Here is what one young journalist friend of mine in his thirties wrote on Facebook:

‘I remember as the rolling coverage (then a relatively new thing for the BBC) got started, the crowds at the key locations were still small. Only when people saw it on TV did the mass hysteria seem to start, and as it was covered widely, of course it grew. I recognise the same trend every time I report for days on end from the scene of terrorist attacks. The flowers, the balloons, the exhibitionists with ever evolving sympathy stunts (either consciously or subconsciously designed to get attention)... I think people "showed their emotion" in large part because they were told to.’
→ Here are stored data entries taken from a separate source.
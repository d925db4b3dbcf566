import type { Knex } from 'knex';

const placements = ['left_chest', 'full_front', 'full_back', 'sleeve', 'nape', 'custom'];
const stages = ['queued', 'cut', 'weeded', 'pressed', 'packed'];

export async function up(knex: Knex): Promise<void> {
  await knex.schema.createTable('customers', (t) => {
    t.increments('id');
    t.string('name', 160).notNullable();
    t.string('contact_name', 120).notNullable().defaultTo('');
    t.string('email', 254).notNullable().defaultTo('');
    t.string('phone', 40).notNullable().defaultTo('');
    t.text('notes').notNullable();
    t.datetime('created_at', { precision: 3 }).notNullable().defaultTo(knex.fn.now(3));
  });

  await knex.schema.createTable('orders', (t) => {
    t.increments('id');
    t.string('code', 20).notNullable().unique();
    t.integer('customer_id').unsigned().notNullable().references('customers.id');
    t.datetime('due_at', { precision: 3 }).notNullable().index();
    t.enum('status', ['open', 'ready', 'collected', 'cancelled']).notNullable().defaultTo('open');
    t.text('notes').notNullable();
    t.integer('created_by').unsigned().nullable().references('users.id');
    t.datetime('created_at', { precision: 3 }).notNullable().defaultTo(knex.fn.now(3));
    t.datetime('updated_at', { precision: 3 }).notNullable().defaultTo(knex.fn.now(3));
    t.datetime('ready_at', { precision: 3 }).nullable();
  });

  await knex.schema.createTable('jobs', (t) => {
    t.increments('id');
    t.integer('order_id').unsigned().notNullable().references('orders.id').onDelete('CASCADE');
    t.string('name', 160).notNullable();
    t.string('design_file', 120).nullable(); // random name under var/uploads
    t.string('design_mime', 40).nullable();
    t.integer('design_width_mm').unsigned().notNullable();
    t.integer('design_height_mm').unsigned().notNullable();
    t.enum('placement', placements).notNullable();
    t.integer('offset_x_mm').nullable();
    t.integer('offset_y_mm').nullable();
    t.string('garment', 120).notNullable();
    t.integer('fabric_id').unsigned().notNullable().references('fabrics.id');
    t.json('quantities').notNullable(); // {"S": 4, "M": 10, ...}
    t.boolean('personalised').notNullable().defaultTo(false);
    t.boolean('rotation_allowed').notNullable().defaultTo(true);
    t.datetime('created_at', { precision: 3 }).notNullable().defaultTo(knex.fn.now(3));
  });

  // Layers in pressing order: position 1 goes on first and is tacked; the last gets the full dwell.
  await knex.schema.createTable('job_layers', (t) => {
    t.increments('id');
    t.integer('job_id').unsigned().notNullable().references('jobs.id').onDelete('CASCADE');
    t.tinyint('position').unsigned().notNullable();
    t.integer('film_id').unsigned().notNullable().references('films.id');
    t.unique(['job_id', 'position']);
  });

  await knex.schema.createTable('bags', (t) => {
    t.increments('id');
    t.integer('order_id').unsigned().notNullable().references('orders.id').onDelete('CASCADE');
    t.integer('job_id').unsigned().notNullable().references('jobs.id').onDelete('CASCADE');
    t.string('code', 20).notNullable().unique(); // printed big on the label, e.g. 1042-B
    t.string('token', 43).notNullable().unique(); // base64url of 32 random bytes, held in the QR code
    t.enum('stage', stages).notNullable().defaultTo('queued').index();
    t.json('sizes').notNullable();
    t.smallint('pieces').unsigned().notNullable();
    t.smallint('qty_cut').unsigned().notNullable().defaultTo(0);
    t.smallint('qty_weeded').unsigned().notNullable().defaultTo(0);
    t.smallint('qty_pressed').unsigned().notNullable().defaultTo(0);
    t.smallint('qty_packed').unsigned().notNullable().defaultTo(0);
    t.smallint('qty_spoiled').unsigned().notNullable().defaultTo(0);
    t.smallint('remake_count').unsigned().notNullable().defaultTo(0);
    t.boolean('over_count').notNullable().defaultTo(false);
    t.bigInteger('version').unsigned().notNullable().defaultTo(1).index(); // bumps on every change, for station sync
    t.datetime('created_at', { precision: 3 }).notNullable().defaultTo(knex.fn.now(3));
    t.datetime('updated_at', { precision: 3 }).notNullable().defaultTo(knex.fn.now(3));
  });

  await knex.schema.createTable('roster_lines', (t) => {
    t.increments('id');
    t.integer('job_id').unsigned().notNullable().references('jobs.id').onDelete('CASCADE');
    t.integer('bag_id').unsigned().nullable().references('bags.id').onDelete('SET NULL');
    t.smallint('position').unsigned().notNullable();
    t.string('name', 40).notNullable();
    t.string('number', 2).notNullable().defaultTo(''); // text: "00" and "0" are different numbers on a jersey
    t.string('size', 8).notNullable();
    t.string('extra_text', 40).notNullable().defaultTo('');
  });
}

export async function down(knex: Knex): Promise<void> {
  for (const table of ['roster_lines', 'bags', 'job_layers', 'jobs', 'orders', 'customers']) {
    await knex.schema.dropTable(table);
  }
}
It was not mass hysteria, any more than the overwhelming, protracted national grief in Israel after the Rabin assassination. It was beautiful to witness. Maybe because I've had 10 bereavements in recent years and now have stage 4 cancer that I have such a deep understanding of loss. Why were so many commentators being so uncharitable about this amazing, brave and pioneering (AIDS/hospices/landmines) woman? Rotten tomatoes have not been thrown in Diana;s memory by those my older circle. In the hours after her death in 1997 everyone I knew from old to young to Christian, Jewish, Muslim, left or right wing - was stunned to the core of our being.

Special editions of newspapers appeared at 0230 and my neighbour Ruth and I went in her car at dawn to buy the papers. My instinct - nothing to do with TV coverage, - and that of every friend and neighbour, was to make a pilgrimage to Kensington Palace. This - and the week following - was not 'hysteria.' It was one of the most moving experiences of my 41 years in Britain apart from the huge outpouring after the IRA killed Lord Mountbatten. How could abyone call the recent displays of shared grief in dynamic democracies 'sympathy stunts' ' to get attention?.

Another current friend wrote:

‘It was 20 years ago and of course it was terribly sad that a young mother had died. She did not endure her husband's infidelity in silence in fact she was extremely vengeful and did a great deal of harm to him and to the monarchy.
I don't know about brutality though because the marriage had failed he loved another woman and she embarked on a series of affairs with many other men. Personally I agree with others writing this week: the public outpouring of grief for Diana was over the top then and 20 years later distasteful. She didn't discover a cure for cancer she was beautiful and married Charles.’

Distasteful? Not in my view. Diana, Princess of Wales was a remarkable woman who was possessed of a spark that inspired millions around the world and when her flame was snuffed out it left a gap in the hearts of many - including my own heart - but her good work will endure forever.


Carol Gould is the Philadelphia-born author of ‘Spitfire Girls’ and ‘Don’t tread on me -anti-Americanism Abroad’ and is a BBC, Sky News and LBC political commentator. For eleven years she was Drama Commissioning Editor at Anglia TV for ITV/PBS.